• [TASK GOAL]
Only the lines with "main" in the entries below belong in the answer; please copy them.

BEGIN

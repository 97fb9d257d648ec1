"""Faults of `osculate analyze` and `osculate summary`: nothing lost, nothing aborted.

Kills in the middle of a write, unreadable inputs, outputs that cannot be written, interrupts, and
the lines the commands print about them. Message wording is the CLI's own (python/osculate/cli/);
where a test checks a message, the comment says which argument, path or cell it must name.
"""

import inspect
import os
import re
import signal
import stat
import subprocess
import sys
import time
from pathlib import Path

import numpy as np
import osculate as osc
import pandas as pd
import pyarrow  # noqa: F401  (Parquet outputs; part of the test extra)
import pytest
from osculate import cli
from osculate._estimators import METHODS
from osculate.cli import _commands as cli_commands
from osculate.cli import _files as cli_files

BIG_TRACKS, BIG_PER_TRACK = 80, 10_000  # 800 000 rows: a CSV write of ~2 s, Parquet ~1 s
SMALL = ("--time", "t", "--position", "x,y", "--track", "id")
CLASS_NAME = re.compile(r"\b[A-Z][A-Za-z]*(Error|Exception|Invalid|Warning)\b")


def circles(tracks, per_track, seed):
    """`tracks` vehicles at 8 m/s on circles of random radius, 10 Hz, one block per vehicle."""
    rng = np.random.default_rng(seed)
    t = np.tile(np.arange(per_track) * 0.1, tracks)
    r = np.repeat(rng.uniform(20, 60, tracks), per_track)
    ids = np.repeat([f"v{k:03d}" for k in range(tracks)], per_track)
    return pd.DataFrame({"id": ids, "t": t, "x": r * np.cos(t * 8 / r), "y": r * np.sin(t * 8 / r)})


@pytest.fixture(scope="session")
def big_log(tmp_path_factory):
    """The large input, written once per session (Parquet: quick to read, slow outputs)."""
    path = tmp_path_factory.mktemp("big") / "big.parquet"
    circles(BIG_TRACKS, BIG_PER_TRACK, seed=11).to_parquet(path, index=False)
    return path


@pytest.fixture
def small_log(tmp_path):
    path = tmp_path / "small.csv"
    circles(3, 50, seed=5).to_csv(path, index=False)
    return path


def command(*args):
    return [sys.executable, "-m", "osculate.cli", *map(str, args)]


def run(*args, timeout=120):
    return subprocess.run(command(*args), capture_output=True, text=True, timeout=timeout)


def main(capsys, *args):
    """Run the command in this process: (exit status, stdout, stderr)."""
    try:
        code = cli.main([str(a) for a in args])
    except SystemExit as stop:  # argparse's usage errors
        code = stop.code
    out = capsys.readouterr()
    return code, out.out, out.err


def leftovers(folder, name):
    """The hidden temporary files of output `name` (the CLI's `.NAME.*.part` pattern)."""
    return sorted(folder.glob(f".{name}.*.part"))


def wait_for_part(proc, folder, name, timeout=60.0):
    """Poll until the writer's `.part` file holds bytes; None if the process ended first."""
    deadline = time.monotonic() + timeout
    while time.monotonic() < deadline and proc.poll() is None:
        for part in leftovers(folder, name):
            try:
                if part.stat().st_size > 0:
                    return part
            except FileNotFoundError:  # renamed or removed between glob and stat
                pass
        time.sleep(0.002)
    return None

END

• [RESPONSE TO THIS TASK]
def main(capsys, *args):
        code = cli.main([str(a) for a in args])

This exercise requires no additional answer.